I have spent many years studying the history of the Reorganized Church of Jesus Christ of Latter Day Saints (RLDS), renamed the Community of Christ in 2000. This was the most successful of any of the non-Utah variety of churches springing from the Early Mormon movement. He has long sought to differentiate itself from the much better known and more radical Utah Mormon church. Indeed, the 2000 names change was perhaps the quintessential step in differentiation.
Perhaps the fundamental ingredient in the identity of the early RLDS was that it coalesced out of a group of independently-minded people in the 1850s who had at one time or another stood up in the various factions of Mormondom and said in essence, “up with this I will not put.” Because of this attribute, the RLDS was primarily an inheritor of a legacy of dissent that had been present as a minority movement within the early Mormon church. That legacy had manifested itself repeatedly almost from the very beginnings of the church as members debated the direction of church policy, organizational structure, and doctrinal conceptions.
Because of the uniqueness of its founding, the peculiarities of its early leadership, the fortunes of its environment, and the doctrinal biases of those making it up the RLDS as it emerged in the 1850s, the group embraced and gloried in a moderate expression of Mormonism in the American Midwest. Fundamental to its Weltanschauung was a commitment to greater membership involvement in the church’s decision‑making process. When the Reorganization began to coalesce in the early 1850s and members coming out of this experience affiliated with it, the result was an emphasis on individual and congregational rights and prerogatives, an emphasis that remained strong for more than 100 years.
As a dissenting movement, the fundamental ingredient in the RLDS’s historic sense of identity, it had to forge a place for itself in relation but also in opposition to the Utah-based faction of Mormonism. This was remarkably easy to do in the nineteenth century when the group first coalesced. Plural marriage provided the most easily recognizable means of establishing an identity as a Mormon group outside of the Utah faction. Simply put, the Rocky Mountain Mormons embraced the doctrine as a positive good and publicly practiced it until forced to stop by the power of the United States government while the Midwestern Mormons rejected it as an evil prostitution of the legacy of the Restoration.
Plural marriage, with its demonstrable effects everywhere present in Utah, was an issue that resonated in the larger American population, not as an abstruse theological construct but as a concrete social issue. By standing in opposition to plural marriage but still claiming the legacy of early Mormonism, the RLDS made a legitimate place for itself in the nether world between Mormonism and Protestantism.

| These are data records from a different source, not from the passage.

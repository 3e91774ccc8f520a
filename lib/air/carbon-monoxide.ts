/** Levels of carbon monoxide, each a named body's own and none of them a line between harm and none. */
export type MonoxideLevel = { body: string; value: number; unit: 'ppm' | 'mg/m3'; over: string; source: string };

const ppm = (body: string, value: number, over: string, source: string): MonoxideLevel => ({
  ...{ body, value, unit: 'ppm', over, source },
});
const who = (value: number, over: string, source: string): MonoxideLevel => ({
  ...{ body: 'WHO', value, unit: 'mg/m3', over, source },
});

const ALARM = 'UL 2034, as an alarm maker’s manual prints it';
const OUTDOORS = 'From memory: 40 CFR 50.8';
const INDOORS = 'From memory: WHO guidelines for indoor air quality (2010)';

export const MONOXIDE_LEVELS: readonly MonoxideLevel[] = [
  ppm('NIOSH', 35, 'a shift', 'NIOSH Pocket Guide: REL'),
  ppm('NIOSH', 200, 'never to be passed', 'NIOSH Pocket Guide: ceiling'),
  ppm('NIOSH', 1200, 'danger to life at once', 'NIOSH IDLH, revised (1994); 1500 before'),
  ppm('OSHA', 50, 'eight hours', '29 CFR 1910.1000, Table Z-1'),
  ppm('ACGIH', 25, 'eight hours', 'NIOSH IDLH documentation (1994), quoting the TLV'),
  ppm('EPA', 9, 'eight hours outdoors', OUTDOORS),
  ppm('EPA', 35, 'one hour outdoors', OUTDOORS),
  who(4, '24 hours', 'From memory: WHO air quality guidelines (2021)'),
  who(7, '24 hours indoors', INDOORS),
  who(10, 'eight hours indoors', INDOORS),
  who(35, 'one hour indoors', INDOORS),
  who(100, '15 minutes indoors', INDOORS),
  ppm('UL', 30, 'an alarm stays silent for 30 days', ALARM),
  ppm('UL', 70, 'an alarm after one to four hours', ALARM),
  ppm('UL', 150, 'an alarm after 10 to 50 minutes', ALARM),
  ppm('UL', 400, 'an alarm after 4 to 15 minutes', ALARM),
];
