import type { CubicMetresPerSecond, KilogramsPerCubicMetre, Pascals, Watts } from '@/lib/units/quantity';
import { aboveZero, finite, fromZeroUp } from './domain';

/*
 * The fan laws for one fan at the same point of its curve: Q ~ N, p ~ N² ρ, P ~ N³ ρ. N is the measured speed of the wheel; the duty
 * cycle of a speed control is not a speed. Source: ASHRAE Systems and Equipment, fans; ACGIH Industrial Ventilation, ch. 6.
 * Each throws RangeError for a negative or endless amount.
 */

/** Airflow at another speed; `ratio` is the new speed over the old. */
export function airflowAtSpeed(airflow: CubicMetresPerSecond, ratio: number): CubicMetresPerSecond {
  fromZeroUp({ airflow, ratio });
  return finite(airflow * ratio) as CubicMetresPerSecond;
}

/** Pressure at another speed. */
export function pressureAtSpeed(pressure: Pascals, ratio: number): Pascals {
  fromZeroUp({ pressure, ratio });
  return finite(pressure * ratio ** 2) as Pascals;
}

/** Power at another speed. */
export function powerAtSpeed(power: Watts, ratio: number): Watts {
  fromZeroUp({ power, ratio });
  return finite(power * ratio ** 3) as Watts;
}

/** Pressure in air of another density: the airflow stays, pressure and power follow the density. */
export function pressureAtDensity(
  pressure: Pascals,
  from: KilogramsPerCubicMetre,
  to: KilogramsPerCubicMetre,
): Pascals {
  fromZeroUp({ pressure, to });
  aboveZero({ from });
  return finite((pressure * to) / from) as Pascals;
}

/** Power in air of another density. */
export function powerAtDensity(power: Watts, from: KilogramsPerCubicMetre, to: KilogramsPerCubicMetre): Watts {
  fromZeroUp({ power, to });
  aboveZero({ from });
  return finite((power * to) / from) as Watts;
}
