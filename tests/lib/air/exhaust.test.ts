import { describe, expect, it } from 'vitest';
import { ROOM_AIR } from '@/lib/air/air-density';
import { fanExhaust, statedExhaust, UNKNOWN_REACH } from '@/lib/air/exhaust';
import { fanOf } from '@/lib/air/fan-curve';
import { cubicMetresPerSecond, metres, pascals } from '@/lib/units/quantity';
import { systemPressure } from '@/lib/air/system-pressure';

const point = (airflow: number, staticPressure: number) => ({
  ...{ airflow: cubicMetresPerSecond(airflow), staticPressure: pascals(staticPressure) },
});

describe('an exhaust of which only the airflow is known', () => {
  const { airflowAt } = statedExhaust('fan', cubicMetresPerSecond(0.2));

  it('holds it while the room is less than nine tenths of its reach down', () => {
    expect(airflowAt(0)).toBe(0.2);
    expect(airflowAt(-0.9 * UNKNOWN_REACH)).toBeCloseTo(0.2, 12);
  });

  it('has none left at its reach, and never blows backwards', () => {
    expect(airflowAt(-UNKNOWN_REACH)).toBe(0);
    expect(airflowAt(-10 * UNKNOWN_REACH)).toBe(0);
  });
});

describe('a fan on its duct', () => {
  const fan = fanOf([point(0, 100), point(0.1, 80), point(0.2, 0)]);
  const system = {
    entryLossFactor: 0.5,
    runs: [{ duct: 'galvanised-steel' as const, diameter: metres(0.15), length: metres(3) }],
  };
  const exhaust = fanExhaust('fan', fan, system, ROOM_AIR);
  const lossAt = systemPressure(system, ROOM_AIR);

  it.each([0, -20, -60, -99])('lifts its duct and the room, at %d Pa', (room) => {
    const airflow = exhaust.airflowAt(room);
    expect(airflow).toBeGreaterThan(0);
    expect(fan.pressureAt(airflow) - lossAt(airflow)).toBeCloseTo(-room, 9);
  });

  it('moves nothing where the room pulls as hard as it can, and lets air back in where it pulls harder', () => {
    expect(exhaust.airflowAt(-100)).toBeCloseTo(0, 12);
    const back = exhaust.airflowAt(-130);
    expect(back).toBeLessThan(0);
    expect(lossAt(-back)).toBeCloseTo(30, 9);
  });
});
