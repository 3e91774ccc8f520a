/**
 * Guards of the formulas: they hold for finite amounts from zero up, and answer anything else with a RangeError and never with a
 * wrong number.
 */
export function fromZeroUp(amounts: Record<string, number>): void {
  for (const name in amounts) {
    const amount = amounts[name]!;
    if (!(amount >= 0 && amount < Infinity)) throw new RangeError(`${name} must be a finite number from 0 up`);
  }
}

export function aboveZero(amounts: Record<string, number>): void {
  fromZeroUp(amounts);
  for (const name in amounts) if (amounts[name] === 0) throw new RangeError(`${name} must be above 0`);
}

/** The amount itself, unless the arithmetic overran what a double holds: then a RangeError and not Infinity or no number. */
export function finite(amount: number): number {
  if (!Number.isFinite(amount)) throw new RangeError('the amounts are too large to reckon with');
  return amount;
}
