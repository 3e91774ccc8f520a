import fc from 'fast-check';
import { describe, expect, it } from 'vitest';
import { evaporatedMass, evaporationAirflow } from '@/lib/air/evaporation';
import { gramsPerMole } from '@/lib/units/quantity';
import { amount } from './arbitraries';

const airflow = (rate: number, gravity: number, molarMass: number, ppm: number, mixing?: number) =>
  evaporationAirflow(rate, gravity, gramsPerMole(molarMass), ppm, mixing);

describe('the air that thins an evaporating liquid', () => {
  it('is within half a per cent of the ideal gas at 21 °C, for which the constant of the trade was made', () => {
    fc.assert(
      fc.property(amount(1e-6, 1), amount(0.5, 2), amount(18, 300), amount(0.1, 1e4), (rate, gravity, mass, ppm) => {
        // Moles a second times the molar volume R T / P of CODATA’s R at 70 °F, over the share of the room that they may be.
        const moles = (1000 * gravity * rate) / mass;
        const volume = (8.314462618 * (273.15 + (70 - 32) / 1.8)) / 101325;
        const ideal = (moles * volume) / (ppm * 1e-6);
        expect(Math.abs(airflow(rate, gravity, mass, ppm) / ideal - 1)).toBeLessThan(0.005);
      }),
    );
  });

  it('is what US units give: 403e6 SG ER K / (M C) cfm, ER in pints a minute', () => {
    const [pint, cfm] = [0.473176473, 4.719474432e-4];
    // Toluene by hand: 403e6 × 0.866 × 0.1 × 4 / (92.14 × 20) = 75 754 cfm.
    const ours = airflow((0.1 * pint) / 60, 0.866, 92.14, 20, 4) / cfm;
    expect(ours / ((403e6 * 0.866 * 0.1 * 4) / (92.14 * 20))).toBeCloseTo(1, 9);
    expect(Math.round(ours)).toBe(75754);
  });

  it('rises with the mixing factor and refuses one of the other convention', () => {
    expect(airflow(1e-5, 0.8, 60, 400, 6) / airflow(1e-5, 0.8, 60, 400)).toBeCloseTo(6, 12);
    expect(() => airflow(1e-5, 0.8, 60, 400, 0.2)).toThrow(/other convention/);
  });

  it('is refused where it has no answer', () => {
    expect(() => airflow(1, 1, 0, 1)).toThrow(RangeError);
    expect(() => airflow(1, 1, 60, 0)).toThrow(RangeError);
    expect(() => airflow(-1, 1, 60, 1)).toThrow(RangeError);
    expect(() => airflow(1, NaN, 60, 1)).toThrow(RangeError);
    expect(() => airflow(1e300, 1, 60, 1e-300)).toThrow(RangeError);
  });
});

describe('the mass that evaporates', () => {
  it('is a kilogram for a litre of water', () => {
    expect(evaporatedMass(1, 1)).toBe(1e6);
    // 36 mL an hour of a liquid of 0.8: 28.8 g an hour, 8 mg/s.
    expect(evaporatedMass(0.036 / 3600, 0.8)).toBeCloseTo(8, 12);
    expect(() => evaporatedMass(-1, 1)).toThrow(RangeError);
  });
});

The easiest period in which the RLDS could forge a reasonable identity as a separate religious institution was between 1852, when Utah Mormons publicly announced that they were practitioners of polygamy, and 1890, when the LDS church announced that it would no longer sanction its practice. Because of its inflammatory nature, plural marriage provided the needed context that set the RLDS brand of Mormonism apart from the Rocky Mountain variety. When that decisive difference between the two churches was removed in 1890 it inadvertently set up the more difficult task of maintaining boundaries between the RLDS and the Mormons that were less easily grasped by both the larger community and the membership of the Reorganization.
The nineteenth century, therefore, represented something of a “golden age” for RLDS identity as the people in middle. RLDS scholar Clare Vlahos observed of this era that “The early Reorganization waited, caught somewhere in between, neither gentile nor Mormon.” Vlahos makes an important but perhaps not altogether convincing case. His conclusion that the RLDS waited and was caught as a people in between the groups implies that this happened by accident and that it was a negative position for the church.
Instead, I would assert, the RLDS membership aggressively defined an identity in this middle place. They saw it as a strength, a way to legitimacy that might not have been possible on one or other ends of the scale. Indeed, in the twentieth century as the church sought to move toward the “gentile” side of the scale and to distance itself from traditional Mormon identity it has found it increasingly impossible to ensure legitimacy as a separate institution.
Perhaps the central theme of American religion in the twentieth century has been its encounter with modernity—the changes to the sets of priorities, assumptions, and values present in larger society as a response to emerging concepts in science, technology, economics, politics, philosophy, and the overall weltanschauung. The response to modernity, according to religion scholar Martin E. Marty in Modern American Religion: Volume 1, fundamentally changed the landscape of American religion in this century.
The RLDS felt this challenge keenly, has it tried to redefine itself upon the landscape of American religion in the wake of Utah Mormonism’s renunciation of polygamy. This process took off during the years following World War II and fundamentally reshaped the nature of the institution in the 1960s and 1970s. Several factors were at play in this process. One of the important ones was the rise in the standard of living of most of the RLDS’s membership. This development perhaps did not cause but it certainly abetted a greater openness to Protestantism and accommodation to modern society than was ever present in the church before. The church as a body began to be more open to the influences of the society around it and in the process it moved into the mainstream secular world of the United States.
As the twentieth century progressed the RLDS shed more of its historic Mormon background. I shall discuss some of that transformation in future posts.